Once trumped in the courtroom (a scene that involves the wide-eyed conflagratory madness of a happy-to-divulge-all concierge, one Baron Krauss von Espy [Jonathan Hadary]), Marylin retreats to the pool of her best friend, Sarah Sorkin (Julia Duffy, a pleasure to see again), who confesses that she’s unable to cavort with anyone anymore because, having won so many divorce settlements, she now has too much money to be able to trust in romance. (This while she ogles the Fabio-looking gardener, trimming hedges.)

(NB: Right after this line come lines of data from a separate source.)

"""Estimates of drivers nobody knows ahead (pipeline/features/future.py).

References: each rule is recomputed here with plain pandas (groupby means, the value
twelve months earlier looked up by date, the last value by sorting), independently of
castline's lookup tables. Data are simulated with fixed seeds (a seasonal driver plus
noise, three series); no figure here is a reference value of its own.
"""

from __future__ import annotations

import numpy as np
import pandas as pd
import pytest

from pipeline.core.columns import PERIOD, SERIES
from pipeline.core.errors import ModelFileError
from pipeline.features.future import FutureEstimates, calendar_month
from pipeline.features.plan import FeaturePlan
from pipeline.spec import LaggedColumn, NumericDriver


def _panel(months: int = 40, seed: int = 3) -> pd.DataFrame:
    rng = np.random.default_rng(seed)
    frames = []
    for k, name in enumerate(["East", "North", "West"]):
        periods = pd.period_range("2019-01", periods=months, freq="M")
        season = 10 * np.sin(2 * np.pi * (periods.month.to_numpy() - 1) / 12)
        frames.append(pd.DataFrame({
            PERIOD: periods, SERIES: name, "rain": 50 + 20 * k + season + rng.normal(0, 3, months),
            "km": rng.uniform(100, 200, months), "y": rng.normal(100, 5, months)}))
    return pd.concat(frames, ignore_index=True)


def _cut(frame: pd.DataFrame, origin: str) -> tuple[pd.DataFrame, pd.DataFrame]:
    at = pd.Period(origin, "M")
    return frame[frame[PERIOD] <= at].copy(), frame[frame[PERIOD] > at].copy()


def test_calendar_month_of_ordinals():
    # Reference: pandas' own Period.month.
    periods = pd.period_range("1968-11", periods=30, freq="M")
    assert (calendar_month(periods.asi8) == periods.month.to_numpy()).all()


@pytest.mark.parametrize("rule", ["month_mean", "last_year", "last_value", "mean"])
def test_each_rule_matches_a_plain_pandas_computation(rule):
    train, test = _cut(_panel(), "2021-06")
    test = test[test[PERIOD] <= pd.Period("2022-06", "M")]   # up to 12 months ahead
    estimated = FutureEstimates({"rain": rule}, SERIES).fit(train).apply(test)
    if rule == "month_mean":
        means = train.assign(m=train[PERIOD].dt.month).groupby([SERIES, "m"])["rain"].mean()
        expected = [means[(s, p.month)] for s, p in zip(test[SERIES], test[PERIOD])]
    elif rule == "last_year":
        values = train.set_index([SERIES, PERIOD])["rain"]
        expected = [values[(s, p - 12)] for s, p in zip(test[SERIES], test[PERIOD])]
    elif rule == "last_value":
        last = train.sort_values(PERIOD).groupby(SERIES)["rain"].last()
        expected = last.reindex(test[SERIES]).to_numpy()
    else:
        expected = train.groupby(SERIES)["rain"].mean().reindex(test[SERIES]).to_numpy()
    np.testing.assert_allclose(estimated["rain"].to_numpy(), expected, rtol=1e-12)
    # Only the estimated column changes; the other columns stay as they were.
    pd.testing.assert_frame_equal(estimated.drop(columns="rain"), test.drop(columns="rain"))


def test_rows_up_to_the_origin_keep_their_values():
    frame = _panel()
    train, _ = _cut(frame, "2020-12")
    estimated = FutureEstimates({"rain": "month_mean"}, SERIES).fit(train).apply(frame)
    kept = (frame[PERIOD] <= pd.Period("2020-12", "M")).to_numpy()
    np.testing.assert_array_equal(estimated["rain"].to_numpy()[kept], frame["rain"].to_numpy()[kept])
    assert not np.allclose(estimated["rain"].to_numpy()[~kept], frame["rain"].to_numpy()[~kept])


def test_last_year_further_than_a_year_reads_the_latest_same_month():
    # Reference: the value of the same calendar month in the window's last year, by date.
    train, test = _cut(_panel(), "2020-12")
    estimated = FutureEstimates({"rain": "last_year"}, SERIES).fit(train).apply(test)
    values = train.set_index([SERIES, PERIOD])["rain"]
    for s, p, v in zip(test[SERIES], test[PERIOD], estimated["rain"]):
        back = p - 12
        while back > pd.Period("2020-12", "M"):
            back -= 12
        assert v == pytest.approx(values[(s, back)], rel=1e-12)


def test_fallbacks_for_a_month_the_series_lacks_and_a_new_series():
    train, test = _cut(_panel(), "2020-12")
    # East has no March in its window; a series "South" appears only after the origin.
    train = train[~((train[SERIES] == "East") & (train[PERIOD].dt.month == 3))]
    new = test[test[SERIES] == "West"].assign(**{SERIES: "South"})
    test = pd.concat([test, new], ignore_index=True)
    fitted = FutureEstimates({"rain": "month_mean"}, SERIES).fit(train)
    estimated = fitted.apply(test)
    march = (test[SERIES] == "East") & (test[PERIOD].dt.month == 3)
    # Reference: the series' own average over the window (pandas mean).
    assert np.allclose(estimated.loc[march, "rain"], train.loc[train[SERIES] == "East", "rain"].mean())
    south = test[SERIES] == "South"
    by_month = train.assign(m=train[PERIOD].dt.month).groupby("m")["rain"].mean()
    np.testing.assert_allclose(estimated.loc[south, "rain"],
                               by_month.reindex(test.loc[south, PERIOD].dt.month).to_numpy())
    notes = fitted.notes(test)
    assert len(notes) == 1 and f"{int(march.sum() + south.sum())} of {len(test)}" in notes[0]


def test_given_values_in_the_months_to_forecast_are_said_to_be_ignored():
    train, test = _cut(_panel(), "2020-12")
    fitted = FutureEstimates({"rain": "mean", "km": "last_value"}, SERIES).fit(train)
    test.loc[test.index[:5], "km"] = np.nan
    notes = fitted.notes(test, given_ignored=True)
    assert any(f"the {len(test)} values given" in n and n.startswith("rain") for n in notes)
    assert any(f"the {len(test) - 5} values given" in n and n.startswith("km") for n in notes)
    # A file of months to forecast may leave the estimated column out altogether.
    without = fitted.apply(test.drop(columns="rain"))
    assert without["rain"].notna().all()


def test_an_unknown_rule_is_refused():
    with pytest.raises(ValueError, match="no such estimate rule"):
        FutureEstimates({"rain": "guess"}, SERIES)


def _plan() -> FeaturePlan:
    numeric = [NumericDriver(column="rain", future="month_mean"), NumericDriver(column="y2")]
    lags = [LaggedColumn(column="km", lags=[1], future="last_year")]
    return FeaturePlan(numeric, [], SERIES, lags=lags, target="y")


def test_the_plan_estimates_drivers_and_lagged_columns_and_stores_them():
    frame = _panel().assign(y2=lambda f: f["y"] * 0.5)
    train, test = _cut(frame, "2020-12")
    plan = _plan().fit(train)
    assert plan.estimated == {"rain": "month_mean", "km": "last_year"}
    assert plan.unknown_ahead == set()
    stored = FeaturePlan.from_dict(plan.to_dict())
    pd.testing.assert_frame_equal(stored.estimate_future(test), plan.estimate_future(test))
    np.testing.assert_array_equal(stored.transform(stored.estimate_future(test)).matrix,
                                  plan.transform(plan.estimate_future(test)).matrix)
    # A stored table that does not match the plan's settings is refused.
    damaged = plan.to_dict()
    damaged["state"]["future_"]["rules"] = {"__dict__": {"rain": "month_mean", "km": "mean"}}
    with pytest.raises(ModelFileError):
        FeaturePlan.from_dict(damaged)


def test_a_plan_of_format_version_1_reads_without_estimates():
    frame = _panel().assign(y2=lambda f: f["y"] * 0.5)
    train, _ = _cut(frame, "2020-12")
    plan = FeaturePlan([NumericDriver(column="y2")], [], SERIES, target="y").fit(train)
    stored = plan.to_dict()
    del stored["state"]["future_"]
    assert FeaturePlan.from_dict(stored, version=1).future_ is None


def _groupby_tables(rule: str, frame: pd.DataFrame, column: str) -> tuple:
    """The tables as a DataFrame and pandas' groupby make them (castline's former way)."""
    present = frame[frame[column].notna()]
    table = pd.DataFrame({"series": present[SERIES].to_numpy(), "month": present[PERIOD].array.asi8,
                          "moy": present[PERIOD].array.asi8 % 12 + 1,
                          "value": present[column].to_numpy(float)}).sort_values("month", kind="stable")
    latest = rule in ("last_year", "last_value")
    by_series = table.groupby("series")["value"]
    by_month = None
    if rule in ("month_mean", "last_year"):
        grouped = table.groupby(["series", "moy"])["value"]
        by_month = grouped.last() if rule == "last_year" else grouped.mean()
    return (by_month, by_series.last() if latest else by_series.mean(),
            table.groupby("moy")["value"].mean(), float(table["value"].mean()))


@pytest.mark.parametrize("rule", ["month_mean", "last_year", "last_value", "mean"])
@pytest.mark.parametrize("series", [3, 1])
def test_learned_tables_equal_pandas_groupby_to_the_bit(rule, series):
    # Reference: pandas' groupby over a DataFrame of the window (the model file stores these
    # tables, so they must not change by a bit); rows shuffled, some values missing.
    frame = _panel(months=30, seed=5)
    frame = frame[frame[SERIES].isin(["East", "North", "West"][:series])]
    frame = frame.sample(frac=1.0, random_state=4).reset_index(drop=True)
    frame.loc[frame.index % 7 == 3, "rain"] = np.nan
    frame["rain"] = frame["rain"] * 1e6 + 0.1   # large values: summation order shows
    estimates = FutureEstimates({"rain": rule}, SERIES).fit(frame)
    learned = estimates.tables_["rain"]
    expected = _groupby_tables(rule, frame, "rain")
    for found, wanted in zip(learned.tables(), expected[:3]):
        if wanted is None:
            assert found is None
            continue
        pd.testing.assert_series_equal(found, wanted.astype(float), check_exact=True,
                                       check_index_type=False)
    assert learned.overall == expected[3]
    stored = FutureEstimates.from_dict(estimates.to_dict())
    later = _panel(months=40, seed=5).iloc[-20:]
    assert np.array_equal(stored.apply(later)["rain"].to_numpy(), estimates.apply(later)["rain"].to_numpy())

Marylin, for her part, decides to give it another go, perhaps seeking even more “independence.” Some months later, she returns to Miles’ offices, asking for his help in setting the terms of her wedding to chatty oil tycoon Howard Doyle (Billy Bob Thornton), by way of the famous Massey pre-nup. Wounded by what appears to be Marylin’s genuine affection for this geek, Miles has a revelation. As cynical and hardhearted as he may be, given his years of observing the marrying and especially the divorcing kind, he is nonetheless compelled to change his ways, lest he end up like Herb. And of course, lest he feel bested by Marylin.

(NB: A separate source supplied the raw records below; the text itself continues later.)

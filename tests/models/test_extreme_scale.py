"""The fit's figures and the residual checks on exact fits and on targets of extreme size.

Invented data (seeded): 60 rows, an intercept and two drivers, y = 1 + 2·x1 − x2 + N(0, 1).
The references are statsmodels' own functions on the unscaled residuals (an independent
implementation); the scaled cases must give the same values, since the checks do not
depend on the target's unit.
"""

from __future__ import annotations

import warnings

import numpy as np
import pytest
from statsmodels.stats.diagnostic import acorr_ljungbox, het_breuschpagan
from statsmodels.stats.stattools import durbin_watson as sm_durbin_watson
from statsmodels.stats.stattools import jarque_bera as sm_jarque_bera

from pipeline.core.formatting import format_number
from pipeline.core.metrics import r2_out_of_sample, rmse
from pipeline.core.scale import row_unit_scales, unit_scale
from pipeline.core.significance import origin_tests
from pipeline.models import inference
from pipeline.models.ols import least_squares

RNG = np.random.default_rng(2022)
X = np.column_stack([np.ones(60), RNG.uniform(0, 10, 60), RNG.normal(0, 3, 60)])
Y = X @ np.array([1.0, 2.0, -1.0]) + RNG.normal(0, 1, 60)
NAMES = ["intercept", "x1", "x2"]
FACTORS = [1e145, 1e150, 1e-300]


def test_unit_scale_is_the_power_of_two_just_above_the_largest_size():
    assert unit_scale([3.0, -5.0]) == 8.0
    assert unit_scale([4.0]) == 8.0            # frexp(4) = 0.5·2³: above, never equal
    assert unit_scale([0.0, 0.0]) == 1.0 and unit_scale([]) == 1.0
    assert unit_scale([np.inf, np.nan, 0.75]) == 1.0   # what is not finite is left out
    assert unit_scale([1e-300]) == 2.0 ** -996
    np.testing.assert_array_equal(row_unit_scales([[3.0, 1.0], [0.0, 0.0]]), [4.0, 1.0])


@pytest.mark.parametrize("factor", FACTORS)
def test_the_fit_of_a_scaled_target_is_the_plain_fit_scaled(factor):
    plain, scaled = least_squares(X, Y, NAMES), least_squares(X, Y * factor, NAMES)
    assert scaled.r2 == pytest.approx(plain.r2, rel=1e-12)
    assert scaled.resid_sd == pytest.approx(plain.resid_sd * factor, rel=1e-12)
    np.testing.assert_allclose(scaled.stderr, plain.stderr * factor, rtol=1e-12)
    table = inference.fit_coefficient_table(scaled, X, "hc3")
    reference = inference.fit_coefficient_table(plain, X, "hc3")
    np.testing.assert_allclose(table["std_error"], reference["std_error"] * factor, rtol=1e-10)
    np.testing.assert_allclose(table["t"], reference["t"], rtol=1e-10)


@pytest.mark.parametrize("factor", FACTORS)
def test_residual_checks_match_statsmodels_whatever_the_scale(factor):
    fit = least_squares(X, Y, NAMES)
    e = fit.residuals   # the reference: statsmodels on the unscaled residuals
    scaled = least_squares(X, Y * factor, NAMES)
    with warnings.catch_warnings():
        warnings.simplefilter("error")   # no overflow, underflow or division warning either
        assert inference.jarque_bera(scaled.residuals)[0] == pytest.approx(sm_jarque_bera(e)[0], rel=1e-9)
        assert inference.durbin_watson([scaled.residuals]) == pytest.approx(sm_durbin_watson(e), rel=1e-9)
        assert inference.breusch_pagan(scaled.residuals, X)[0] == pytest.approx(
            het_breuschpagan(e, X)[0], rel=1e-9)
        assert inference.ljung_box(scaled.residuals, 12)[0] == pytest.approx(
            acorr_ljungbox(e, lags=[12])["lb_stat"].iloc[0], rel=1e-9)
        np.testing.assert_allclose(inference.cooks_distance(scaled), inference.cooks_distance(fit), rtol=1e-9)
        _, aic, _ = inference.information_criteria(scaled)
    assert aic - inference.information_criteria(fit)[1] == pytest.approx(120 * np.log(factor), rel=1e-9)


@pytest.mark.parametrize("y", [np.zeros(60), np.full(60, 5.0), X @ np.array([3.0, 2.0, 0.5])],
                         ids=["zero", "constant", "linear"])
def test_an_exact_fit_gives_undefined_checks_with_their_reason_and_no_warning(y):
    fit = least_squares(X, y, NAMES)
    with warnings.catch_warnings():
        warnings.simplefilter("error")
        findings, _, influential = inference.diagnose(fit, X)
        loglik, aic, bic = inference.information_criteria(least_squares(X, np.zeros(60), NAMES))
    assert np.isnan([loglik, aic, bic]).all()
    by_name = {finding.check: finding for finding in findings}
    for check in ("Durbin–Watson", "Ljung–Box (12 lags)", "Breusch–Pagan", "Jarque–Bera", "Cook's distance",
                  "AIC", "BIC", "F test (all slopes zero)"):
        assert np.isnan(by_name[check].value) and not by_name[check].flagged, check
        assert "exact" in by_name[check].reading or "does not vary" in by_name[check].reading, check
    assert influential["cooks_distance"].isna().all()
    flat = np.ptp(y) == 0
    assert np.isnan(by_name["R²"].value) if flat else by_name["R²"].value == 1.0


def test_the_f_test_of_a_perfect_r2_is_undefined_rather_than_a_division_by_zero():
    fit = least_squares(X, X @ np.array([3.0, 2.0, 0.5]), NAMES)
    perfect = type(fit)(**{**vars(fit), "r2": 1.0})
    assert np.isnan(inference.f_test(perfect)).all()


def test_an_exact_fit_has_zero_standard_errors_and_no_t_test():
    fit = least_squares(X, X @ np.array([3.0, 2.0, 0.5]), NAMES)
    table = inference.fit_coefficient_table(fit, X, exact=True)
    assert (table["std_error"] == 0).all() and table["t"].isna().all() and table["p_value"].isna().all()
    np.testing.assert_allclose(table["estimate"], [3.0, 2.0, 0.5], rtol=1e-12)


def test_squared_errors_of_a_tiny_target_do_not_underflow_to_zero():
    actual, predicted = np.array([1.0, 2.0, 4.0]), np.array([1.5, 1.0, 4.0])
    for factor in FACTORS:
        assert rmse(actual * factor, predicted * factor) == pytest.approx(
            rmse(actual, predicted) * factor, rel=1e-12)
        assert r2_out_of_sample(actual * factor, predicted * factor) == pytest.approx(
            r2_out_of_sample(actual, predicted), rel=1e-12)


def test_the_comparison_test_does_not_depend_on_the_unit_of_the_losses():
    differences = np.random.default_rng(3).normal(0.3, 1, (1, 20))
    statistic, p = origin_tests(differences)
    for factor in FACTORS:
        scaled_statistic, scaled_p = origin_tests(differences * factor)
        assert scaled_statistic[0] == pytest.approx(statistic[0], rel=1e-12)
        assert scaled_p[0] == pytest.approx(p[0], rel=1e-12)


@pytest.mark.parametrize(("value", "shown"), [
    (2.5866e147, "2.587 × 10¹⁴⁷"),      # beyond what a double holds in whole digits
    (-1e15, "-1 × 10¹⁵"),
    (1.7976931348623157e308, "1.798 × 10³⁰⁸"),   # the largest double
    (123456789012345.6, "123,456,789,012,346"),  # below 1e15 still in full
])
def test_huge_numbers_are_written_as_powers_of_ten(value, shown):
    assert format_number(value) == shown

As long as Miles and Marylin are going at it, Intolerable Cruelty maintains an admirably snippy rhythm. The script, written at various stages by Robert Ramsey, Matthew Stone, and the Coens, allows for the sorts of sight gags the brothers prefer (a big close-up of Marylin’s poodle biting Miles’ hand when he asks her to dinner, a wheezy hitman [Irwin Keyes] who carries an inhaler and looms in the frame), but at its best, excels in banter, especially between Miles and Wrigley. They share a lively “Who’s on first”-ish exchange, concerning whether they’ve argued “before a particular judge, before; and another concerning the silver berry spoons Wrigley’s bought for Marylin’s wedding gift, earning Miles’ fierce scorn: “You Pollyanna!”

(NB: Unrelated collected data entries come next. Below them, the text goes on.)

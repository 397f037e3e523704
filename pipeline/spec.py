"""The forecast spec: its typed model and the loader that reads it from YAML.

Only this module reads the YAML. Every key is checked: unknown keys are refused
with the nearest valid key suggested, and each problem is reported as
``FILE:LINE: key.path: what is wrong``. Relative paths resolve against the
folder of the spec file.
"""

from __future__ import annotations

import difflib
import types
import typing
from datetime import date
from pathlib import Path
from typing import Annotated, Any, Literal, Union

import yaml
from pydantic import (
    BaseModel,
    ConfigDict,
    Field,
    PrivateAttr,
    ValidationError,
    field_validator,
    model_validator,
)

from pipeline.core.errors import SpecError

KeyPath = tuple[str | int, ...]
BASELINE = "mean_baseline"


class StrictModel(BaseModel):
    """A spec section: unknown keys are refused, values are immutable."""

    model_config = ConfigDict(extra="forbid", frozen=True)


def _name_as_mapping(value: Any) -> Any:
    """Let a bare column name stand for ``{column: name}``."""
    if isinstance(value, str):
        return {"column": value}
    return value


class CsvOptions(StrictModel):
    """How a CSV file is written: analysts' extracts vary."""

    delimiter: str = Field(",", min_length=1, max_length=1)
    decimal: str = Field(".", min_length=1, max_length=1)
    thousands: str | None = Field(None, min_length=1, max_length=1)
    encoding: str = "utf-8"

    @model_validator(mode="after")
    def _separators_differ(self) -> CsvOptions:
        used = [c for c in (self.delimiter, self.decimal, self.thousands) if c is not None]
        if len(set(used)) != len(used):
            raise ValueError("delimiter, decimal and thousands must be different characters")
        return self

    @field_validator("encoding")
    @classmethod
    def _known_encoding(cls, value: str) -> str:
        import codecs
        try:
            codecs.lookup(value)
        except LookupError:
            raise ValueError(f"unknown text encoding {value!r}") from None
        return value


class InputSection(StrictModel):
    """Where the data lives and how its rows are placed in time."""

    file: Path = Field(description="CSV, Parquet or Excel file, relative to the spec's folder")
    format: Literal["auto", "csv", "parquet", "excel"] = "auto"
    csv: CsvOptions = Field(default_factory=CsvOptions)
    sheet: str | int = Field(0, description="Excel: the sheet's name or its position from 0")
    date_column: str
    period: Literal["month"] = "month"
    series: list[str] = Field(default_factory=list,
                              description="columns that, with the month, identify a row")
    as_of: date | None = Field(None, description="no actual may be dated after this day")
    gaps: Literal["refuse", "allow", "fill"] = Field(
        "refuse", description="months missing inside a series: refuse, allow, or fill by "
                              "interpolating between the neighbouring months")
    max_rows: int | None = Field(None, strict=True, ge=1,
                                 description="refuse a file with more rows than this")
    max_megabytes: float | None = Field(None, gt=0,
                                        description="refuse a file larger than this (1 MB = 10^6 bytes)")

    @property
    def resolved_format(self) -> str:
        """Return csv, parquet or excel, from the key or else the file's suffix."""
        if self.format != "auto":
            return self.format
        suffix = self.file.suffix.lower()
        if suffix in (".parquet", ".pq"):
            return "parquet"
        if suffix in (".xlsx", ".xlsm"):
            return "excel"
        return "csv"


ColumnType = Literal["number", "whole_number", "date", "category", "text"]


class ColumnRule(StrictModel):
    """What one input column must hold."""

    type: ColumnType
    missing_allowed: bool = False
    min: float | None = None
    max: float | None = None
    allowed: list[str] | None = Field(None, description="category: the only levels allowed")

    @field_validator("allowed")
    @classmethod
    def _levels_given(cls, value: list[str] | None) -> list[str] | None:
        if value is not None and not value:
            raise ValueError("list at least one level, or leave the key out")
        return [str(v) for v in value] if value is not None else None


def _as_text(value: Any) -> Any:
    """Let a level written as a number in YAML (``reference: 3``) stand for its text."""
    if isinstance(value, bool):
        return value
    if isinstance(value, int | float):
        return str(value)
    if isinstance(value, list):
        return [_as_text(item) for item in value]
    return value


class NumericDriver(StrictModel):
    """A numeric driver, prepared in this order: fill, clip, transform, standardise, powers.

    Everything a step learns (the fill value, the clip bounds, the mean and
    standard deviation) is learned in each training window only.
    """

    column: str
    degree: int = Field(1, strict=True, ge=1, le=6, description="1 = straight line; 2 adds the square")
    transform: Literal["none", "log", "log1p"] = Field(
        "none", description="log, or log1p = log(1 + value) for drivers that can be 0")
    clip_quantiles: list[float] | None = Field(
        None, description="[low, high]: values outside these quantiles of the training window "
                          "are set to them")
    missing: Literal["refuse", "mean", "median"] = Field(
        "refuse", description="refuse rows without a value, or fill them with the training "
                              "window's mean or median and add a was-missing column")
    standardise: bool = Field(False, description="centre on the training window's mean and "
                                                 "divide by its standard deviation")

    @field_validator("clip_quantiles")
    @classmethod
    def _two_quantiles(cls, value: list[float] | None) -> list[float] | None:
        if value is None:
            return None
        if len(value) != 2:
            raise ValueError("give two quantiles, low then high, like [0.01, 0.99]")
        low, high = value
        if not 0 <= low < high <= 1:
            raise ValueError(f"the quantiles must satisfy 0 <= low < high <= 1 (got {low:g}, {high:g})")
        return value


class CategoricalDriver(StrictModel):
    """A categorical driver turned into numbers."""

    column: str
    encoding: Literal["one_hot", "ordinal", "target_mean"] = Field(
        "one_hot", description="one_hot: a 0/1 column per level but the reference; ordinal: the "
                               "level's place in `order`; target_mean: the level's smoothed "
                               "mean of the target")
    reference: str | None = Field(
        None, description="level left out as the baseline (one_hot) and used for unseen levels "
                          "under `unseen: use_reference`; default: the most frequent level")
    order: list[str] | None = Field(None, description="ordinal: the levels, lowest first")
    smoothing: float | None = Field(
        None, ge=0, description="target_mean: how many rows' weight the overall mean gets "
                                "(default 10)")
    group_below: int | None = Field(
        None, ge=2, description="levels with fewer training rows than this share one level")
    unseen: Literal["stop", "use_reference"] = Field(
        "stop", description="a level not in the training rows: stop, or treat it as the "
                            "reference level and warn")

    @field_validator("reference", "order", mode="before")
    @classmethod
    def _levels_as_text(cls, value: Any) -> Any:
        return _as_text(value)

    @property
    def effective_smoothing(self) -> float:
        """Return the smoothing weight, 10 rows unless the spec gives one."""
        return 10.0 if self.smoothing is None else self.smoothing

It’s probably not surprising that the movie is funnier and faster when Miles is jabbing at love conventions than when believing in them. His cynicism and distance are key to his appeal, the difference between his observation of Marylin (“I’m fascinated by that creature”) and his mushy assumption of intimacy, understanding, and vulnerability. Addressing his fellow divorce lawyers at a Vegas convention, he exhorts them to trust in love, rather than go on being “frightened of this emotion which is the seed of our livelihood.” The problem is, in romantic comedies as in life, that livelihood still looks too good to pass up.